Dataset entries

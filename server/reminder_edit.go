package server

import (
	"net/http"
	"strconv"
	"time"

	"github.com/labstack/echo/v4"

	"tripwell/forms"
	"tripwell/store"
)

// reminderPage is where a person finds their calendar address and says which digest they want.
type reminderPage struct {
	Frame
	Heading, Under string
	Feed, Made     string // the address, the one time it can be shown; since when there is one
	Action, Submit string
	Revoke         *link
	Digest         formPage
	Said           []notice
	NoMail         string
	Mail           *link
}

func (s *Server) remindersShow(c echo.Context) error {
	f, err := s.blankForm(nil)
	if err != nil {
		return err
	}
	d, _, err := s.store.Digest(person(c).ID)
	if err != nil {
		return err
	}
	s.digestValues(c, d, f)
	return s.remindersBack(c, f, d, "")
}

// digestValues fills the form with what a person chose, or with what suits most.
func (s *Server) digestValues(c echo.Context, d store.Digest, f *typedForm) {
	if d.Zone == "" {
		d.Zone, d.Hour, d.Weekday = s.ownZone(c), 7, time.Monday
		if contact := person(c).Contact; store.IsMailAddress(contact) {
			d.To = contact
		}
	}
	for name, value := range map[string]string{"every": d.Every, "weekday": strconv.Itoa(int(d.Weekday)), "hour": strconv.Itoa(d.Hour), "zone": d.Zone, "to": d.To} {
		f.Set(name, value)
	}
}

// ownZone is the zone of the first site a person has.
func (s *Server) ownZone(c echo.Context) string {
	sites, err := s.sitesOf(c)
	if err != nil || len(sites) == 0 || sites[0].Zone == "" {
		return "UTC"
	}
	return sites[0].Zone
}

// remindersBack sends the page; token is a calendar address just made.
func (s *Server) remindersBack(c echo.Context, f *typedForm, d store.Digest, token string) error {
	k := s.ink()
	view := reminderPage{Frame: s.frame(c, k.say("office.reminder.title"), "dates"), Heading: k.say("office.reminder.title"), Under: k.say("office.reminder.lead"),
		Action: "/reminders/calendar", Submit: k.say("office.reminder.make")}
	since, made, err := s.store.FeedSince(person(c).ID)
	if err != nil {
		return err
	}
	if made {
		view.Submit, view.Revoke = k.say("office.reminder.make_new"), &link{Href: "/reminders/calendar/revoke", Text: k.say("office.reminder.revoke")}
		view.Made = k.say("office.reminder.made", "time", k.at(since, d.Location()))
	}
	if token != "" {
		view.Feed, view.Made = origin(c.Request())+"/calendar/"+token+".ics", ""
	}
	if _, set, err := s.store.MailSettings(); err != nil {
		return err
	} else if !set {
		view.NoMail = k.say("office.reminder.no_mail")
	}
	if person(c).All && person(c).Role == "manager" {
		view.Mail = &link{Href: "/mail", Text: k.say("office.mail.title")}
	}
	view.Digest = s.digestForm(c)
	view.Said = s.digestSaid(d)
	f.fill(&view.Digest)
	status := http.StatusOK
	if !f.ok() {
		status = http.StatusUnprocessableEntity
	}
	return s.page(c, status, "reminders.html", view)
}

func (s *Server) digestForm(c echo.Context) formPage {
	k := s.ink()
	days := []string{}
	for i := range 7 {
		day := (i + 1) % 7 // from Monday
		days = append(days, strconv.Itoa(day), k.list("office.day.wd_long", day))
	}
	hours := []string{}
	for h := range 24 {
		hours = append(hours, strconv.Itoa(h), time.Date(2000, 1, 1, h, 0, 0, 0, time.UTC).Format("15:04"))
	}
	return formPage{Frame: s.frame(c, "", ""), Action: "/reminders/digest", Submit: k.say("office.reminder.save"), Groups: []fieldGroup{{Fields: []field{
		{Name: "every", Label: k.say("office.reminder.every"), Options: choices("", "", k.say("office.reminder.none"), "daily", k.say("office.reminder.daily"), "weekly", k.say("office.reminder.weekly"))},
		{Name: "weekday", Label: k.say("office.reminder.weekday"), Options: choices("", days...)},
		{Name: "hour", Label: k.say("office.reminder.hour"), Options: choices("", hours...)},
		{Name: "zone", Label: k.say("office.reminder.zone"), Known: zonesOffered},
		{Name: "to", Label: k.say("office.reminder.to"), Type: "email"},
	}}}}
}

// digestSaid says what became of the last digest.
func (s *Server) digestSaid(d store.Digest) []notice {
	k := s.ink()
	var out []notice
	switch {
	case d.Every == "" && d.Sent.IsZero():
	case d.Open && s.store.Now().Sub(d.At) > sendTimeout:
		out = append(out, notice{Shape: "watch", Text: k.say("office.reminder.open", "time", k.at(d.At, d.Location()))})
	case d.Fault != "":
		out = append(out, notice{Shape: "fail", Text: k.say("office.reminder.fault", "time", k.at(d.At, d.Location()), "text", d.Fault)})
	}
	if !d.Sent.IsZero() {
		out = append(out, notice{Shape: "pass", Text: k.say("office.reminder.sent", "time", k.at(d.Sent, d.Location()))})
	}
	return out
}

func (s *Server) digestUpdate(c echo.Context) error {
	f, err := s.typedForm(c)
	if err != nil {
		return err
	}
	d := store.Digest{Person: person(c).ID, Every: f.choice("every", "", "daily", "weekly"), Zone: f.line("zone", 60), To: f.line("to", 200)}
	day, err := strconv.Atoi(f.Get("weekday"))
	hour, wrong := strconv.Atoi(f.Get("hour"))
	if err != nil || wrong != nil {
		f.refuse("hour", s.words.Say("office.form.choice"))
	}
	d.Weekday, d.Hour = time.Weekday(day), hour
	if f.ok() {
		err := s.store.PutDigest(c.Request().Context(), d)
		if err == nil {
			return toPage(c, "/reminders")
		}
		if err := f.takeRefusal(err); err != nil {
			return err
		}
	}
	return s.remindersBack(c, f, store.Digest{Person: d.Person, Day: forms.NoDay}, "")
}

// feedMake makes a new calendar address and shows it this once.
func (s *Server) feedMake(c echo.Context) error {
	token, err := s.store.NewFeed(c.Request().Context(), person(c).ID)
	if err != nil {
		return err
	}
	f, err := s.blankForm(nil)
	if err != nil {
		return err
	}
	d, _, err := s.store.Digest(person(c).ID)
	if err != nil {
		return err
	}
	s.digestValues(c, d, f)
	return s.remindersBack(c, f, d, token)
}

func (s *Server) feedRevoke(c echo.Context) error {
	if err := s.store.DropFeed(c.Request().Context(), person(c).ID); err != nil {
		return err
	}
	return toPage(c, "/reminders")
}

## What the task asks
Repeat the records above exactly, leaving none out.

## Answer section
filename server/reminder_edit.go
package server

import (
	"net/http"
	"strconv"
	"time"

	"github.com/labstack/echo/v4"

	"tripwell/forms"
	"tripwell/store"
)

// reminderPage is where a person finds their calendar address and says which digest they want.
type reminderPage struct {
	Frame
	Heading, Under string
	Feed, Made     string // the address, the one time it can be shown; since when there is one
	Action, Submit string
	Revoke         *link
	Digest         formPage
	Said           []notice
	NoMail         string
	Mail           *link
}

func (s *Server) remindersShow(c echo.Context) error {
	f, err := s.blankForm(nil)
	if err != nil {
		return err
	}
	d, _, err := s.store.Digest(person(c).ID)
	if err != nil {
		return err
	}
	s.digestValues(c, d, f)
	return s.remindersBack(c, f, d, "")
}

// digestValues fills the form with what a person chose, or with what suits most.
func (s *Server) digestValues(c echo.Context, d store.Digest, f *typedForm) {
	if d.Zone == "" {
		d.Zone, d.Hour, d.Weekday = s.ownZone(c), 7, time.Monday
		if contact := person(c).Contact; store.IsMailAddress(contact) {
			d.To = contact
		}
	}
	for name, value := range map[string]string{"every": d.Every, "weekday": strconv.Itoa(int(d.Weekday)), "hour": strconv.Itoa(d.Hour), "zone": d.Zone, "to": d.To} {
		f.Set(name, value)
	}
}

// ownZone is the zone of the first site a person has.
func (s *Server) ownZone(c echo.Context) string {
	sites, err := s.sitesOf(c)
	if err != nil || len(sites) == 0 || sites[0].Zone == "" {
		return "UTC"
	}
	return sites[0].Zone
}

// remindersBack sends the page; token is a calendar address just made.
func (s *Server) remindersBack(c echo.Context, f *typedForm, d store.Digest, token string) error {
	k := s.ink()
	view := reminderPage{Frame: s.frame(c, k.say("office.reminder.title"), "dates"), Heading: k.say("office.reminder.title"), Under: k.say("office.reminder.lead"),
		Action: "/reminders/calendar", Submit: k.say("office.reminder.make")}
	since, made, err := s.store.FeedSince(person(c).ID)
	if err != nil {
		return err
	}
	if made {
		view.Submit, view.Revoke = k.say("office.reminder.make_new"), &link{Href: "/reminders/calendar/revoke", Text: k.say("office.reminder.revoke")}
		view.Made = k.say("office.reminder.made", "time", k.at(since, d.Location()))
	}
	if token != "" {
		view.Feed, view.Made = origin(c.Request())+"/calendar/"+token+".ics", ""
	}
	if _, set, err := s.store.MailSettings(); err != nil {
		return err
	} else if !set {
		view.NoMail = k.say("office.reminder.no_mail")
	}
	if person(c).All && person(c).Role == "manager" {
		view.Mail = &link{Href: "/mail", Text: k.say("office.mail.title")}
	}
	view.Digest = s.digestForm(c)
	view.Said = s.digestSaid(d)
	f.fill(&view.Digest)
	status := http.StatusOK
	if !f.ok() {
		status = http.StatusUnprocessableEntity
	}
	return s.page(c, status, "reminders.html", view)
}

func (s *Server) digestForm(c echo.Context) formPage {
	k := s.ink()
	days := []string{}
	for i := range 7 {
		day := (i + 1) % 7 // from Monday
		days = append(days, strconv.Itoa(day), k.list("office.day.wd_long", day))
	}
	hours := []string{}
	for h := range 24 {
		hours = append(hours, strconv.Itoa(h), time.Date(2000, 1, 1, h, 0, 0, 0, time.UTC).Format("15:04"))
	}
	return formPage{Frame: s.frame(c, "", ""), Action: "/reminders/digest", Submit: k.say("office.reminder.save"), Groups: []fieldGroup{{Fields: []field{
		{Name: "every", Label: k.say("office.reminder.every"), Options: choices("", "", k.say("office.reminder.none"), "daily", k.say("office.reminder.daily"), "weekly", k.say("office.reminder.weekly"))},
		{Name: "weekday", Label: k.say("office.reminder.weekday"), Options: choices("", days...)},
		{Name: "hour", Label: k.say("office.reminder.hour"), Options: choices("", hours...)},
		{Name: "zone", Label: k.say("office.reminder.zone"), Known: zonesOffered},
		{Name: "to", Label: k.say("office.reminder.to"), Type: "email"},
	}}}}
}

// digestSaid says what became of the last digest.
func (s *Server) digestSaid(d store.Digest) []notice {
	k := s.ink()
	var out []notice
	switch {
	case d.Every == "" && d.Sent.IsZero():
	case d.Open && s.store.Now().Sub(d.At) > sendTimeout:
		out = append(out, notice{Shape: "watch", Text: k.say("office.reminder.open", "time", k.at(d.At, d.Location()))})
	case d.Fault != "":
		out = append(out, notice{Shape: "fail", Text: k.say("office.reminder.fault", "time", k.at(d.At, d.Location()), "text", d.Fault)})
	}
	if !d.Sent.IsZero() {
		out = append(out, notice{Shape: "pass", Text: k.say("office.reminder.sent", "time", k.at(d.Sent, d.Location()))})
	}
	return out
}

func (s *Server) digestUpdate(c echo.Context) error {
	f, err := s.typedForm(c)
	if err != nil {
		return err
	}
	d := store.Digest{Person: person(c).ID, Every: f.choice("every", "", "daily", "weekly"), Zone: f.line("zone", 60), To: f.line("to", 200)}
	day, err := strconv.Atoi(f.Get("weekday"))
	hour, wrong := strconv.Atoi(f.Get("hour"))
	if err != nil || wrong != nil {
		f.refuse("hour", s.words.Say("office.form.choice"))
	}
	d.Weekday, d.Hour = time.Weekday(day), hour
	if f.ok() {
		err := s.store.PutDigest(c.Request().Context(), d)
		if err == nil {
			return toPage(c, "/reminders")
		}
		if err := f.takeRefusal(err); err != nil {
			return err
		}
	}
	return s.remindersBack(c, f, store.Digest{Person: d.Person, Day: forms.NoDay}, "")
}

// feedMake makes a new calendar address and shows it this once.
func (s *Server) feedMake(c echo.Context) error {
	token, err := s.store.NewFeed(c.Request().Context(), person(c).ID)
	if err != nil {
		return err
	}
	f, err := s.blankForm(nil)
	if err != nil {
		return err
	}
	d, _, err := s.store.Digest(person(c).ID)
	if err != nil {
		return err
	}
	s.digestValues(c, d, f)
	return s.remindersBack(c, f, d, token)
}

func (s *Server) feedRevoke(c echo.Context) error {
	if err := s.store.DropFeed(c.Request().Context(), person(c).ID); err != nil {
		return err
	}
	return toPage(c, "/reminders")
}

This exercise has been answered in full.